— Task details —
Below are the data; count the lines with the string "slow" in them and give that number only.

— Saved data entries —
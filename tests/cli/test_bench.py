"""``tidemap bench ingest``: the invented text and one tiny run through a real server."""

from __future__ import annotations

import json
from pathlib import Path

import pytest

from service.bench.ingest import invented_documents, invented_vocabulary
from service.pipeline.document_input import parse_document
from tests.cli.conftest import Cli


def test_invented_documents_are_reproducible_and_about_1_kb() -> None:
    docs = invented_documents(200, seed=3)
    assert docs == invented_documents(200, seed=3)
    assert docs != invented_documents(200, seed=4)
    sizes = [len(d["text"].encode()) for d in docs]
    assert min(sizes) >= 990 and max(sizes) < 1300
    assert len({d["id"] for d in docs}) == 200
    for doc in docs:
        parse_document(doc, max_text_bytes=10_000)  # raises if the API would reject it


def test_vocabulary_is_distinct_and_starts_with_function_words() -> None:
    import numpy as np

    words = invented_vocabulary(3000, np.random.default_rng(0))
    assert len(set(words)) == 3000
    assert words[:3] == ["the", "of", "and"]


@pytest.mark.slow
def test_bench_ingest_end_to_end(cli: Cli, clean_env: pytest.MonkeyPatch, tmp_path: Path) -> None:
    url = f"sqlite:///{tmp_path / 'bench.db'}"
    run = cli("bench", "ingest", "--docs", "30", "--database", url, "--json")
    assert run.code == 0, run.err
    report = json.loads(run.out)
    assert report["database"] == "sqlite"
    for path in ("json_batch", "ndjson"):
        result = report[path]
        assert result["docs"] == 30 and result["inserted"] == 30
        assert result["seconds"] > 0 and result["docs_per_second"] > 0
        assert result["peak_rss_mb"] > 0
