"""``tidemap demo`` prints the map page's URL (with a working read key) and can open it."""

from __future__ import annotations

import socket
import threading
import time
from pathlib import Path
from typing import Any
from urllib.parse import parse_qs, urlsplit

import pytest

import service.cli
from service.pipeline.keys import KeyVerifier
from service.storage.session import make_engine, make_session_factory
from tests.cli.conftest import Cli


@pytest.fixture
def no_build(monkeypatch: pytest.MonkeyPatch) -> None:
    """The demo without its index build (the slow part; the page does not need it here)."""
    monkeypatch.setattr(service.cli, "build_demo_index", lambda *_: {"id": 1, "state": "published"})


@pytest.fixture
def opened(monkeypatch: pytest.MonkeyPatch) -> list[str]:
    calls: list[str] = []
    monkeypatch.setattr("webbrowser.open", lambda url, *a, **kw: calls.append(url) or True)
    return calls


def _map_line(out: str) -> str:
    (line,) = [ln for ln in out.splitlines() if ln.startswith("map:")]
    return line.removeprefix("map:").strip()


def test_demo_prints_the_map_url(
    cli: Cli, clean_env: pytest.MonkeyPatch, tmp_path: Path, no_build: None, opened: list[str]
) -> None:
    url = f"sqlite:///{tmp_path / 'demo.db'}"
    run = cli("demo", "--no-serve", "--port", "8765", "--database", url)
    assert run.code == 0, run.err
    page = urlsplit(_map_line(run.out))
    assert (page.scheme, page.netloc, page.path) == ("http", "127.0.0.1:8765", "/ui/map")
    assert parse_qs(page.query) == {"collection": [service.cli.DEMO_COLLECTION]}
    fragment = parse_qs(page.fragment)
    assert set(fragment) == {"key"}
    read_key = fragment["key"][0]
    assert f"read key:   {read_key}" in run.out
    engine = make_engine(url)
    try:
        with make_session_factory(engine)() as session:
            assert KeyVerifier(ttl=0.0).scope_of(session, read_key) == "read"
    finally:
        engine.dispose()
    assert opened == []  # --no-serve never opens a browser


def test_demo_open_waits_for_the_server(
    cli: Cli,
    clean_env: pytest.MonkeyPatch,
    tmp_path: Path,
    no_build: None,
    monkeypatch: pytest.MonkeyPatch,
) -> None:
    asked: list[tuple[str, int]] = []
    served: list[dict[str, Any]] = []
    monkeypatch.setattr(service.cli, "open_when_listening", lambda u, p: asked.append((u, p)))
    monkeypatch.setattr("uvicorn.run", lambda app, **kw: served.append(kw))
    url = f"sqlite:///{tmp_path / 'demo.db'}"
    run = cli("demo", "--open", "--port", "8766", "--database", url)
    assert run.code == 0, run.err
    assert asked == [(_map_line(run.out), 8766)]
    assert served[0]["port"] == 8766

    asked.clear()
    assert cli("demo", "--port", "8766", "--database", url).code == 0
    assert asked == []  # not without --open


def test_open_when_listening_opens_once_the_port_answers(opened: list[str]) -> None:
    with socket.socket() as probe:
        probe.bind(("127.0.0.1", 0))
        port = probe.getsockname()[1]
    service.cli.open_when_listening("http://page", port, timeout=5.0)
    time.sleep(0.5)
    assert opened == []  # nothing listens yet
    with socket.create_server(("127.0.0.1", port)) as server:
        accepted = threading.Thread(target=lambda: server.accept()[0].close(), daemon=True)
        accepted.start()
        deadline = time.monotonic() + 5.0
        while not opened and time.monotonic() < deadline:
            time.sleep(0.05)
    assert opened == ["http://page"]
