"""``tidemap bench map``: one JSON object on stdout with the module's fields, or a summary."""

from __future__ import annotations

import json

import pytest

from service.bench.map_export import CASES
from tests.bench.test_map_export_bench import CASE_FIELDS  # the benchmark's JSON fields
from tests.cli.conftest import Cli


def test_bench_map_prints_one_json_object(cli: Cli) -> None:
    run = cli("bench", "map", "--docs", "400", "--json")
    assert run.code == 0, run.err
    assert run.out.count("\n") == 1  # one line
    report = json.loads(run.out)
    assert set(report) == {"docs", "points", "repeats", "seconds_setup", "cases"}
    assert report["docs"] == 400 and report["points"] == 400 - 4 + 2
    assert len(report["cases"]) == len(CASES)
    for name, case in report["cases"].items():
        assert set(case) == CASE_FIELDS, name
        assert case["bytes_body"] > 0 and case["seconds_min"] > 0, name


def test_bench_map_summary_and_seed(cli: Cli) -> None:
    run = cli("bench", "map", "--docs", "200", "--seed", "3")
    assert run.code == 0, run.err
    lines = run.out.splitlines()
    assert lines[0].startswith("200 documents, 199 points")
    assert len(lines) == 1 + len(CASES) and "csv dims=3" in run.out


def test_bench_map_refuses_no_documents(cli: Cli, capsys: pytest.CaptureFixture[str]) -> None:
    with pytest.raises(SystemExit) as stop:
        cli("bench", "map", "--docs", "0")
    assert stop.value.code == 2
    assert "must be at least 1" in capsys.readouterr().err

— Answer —
2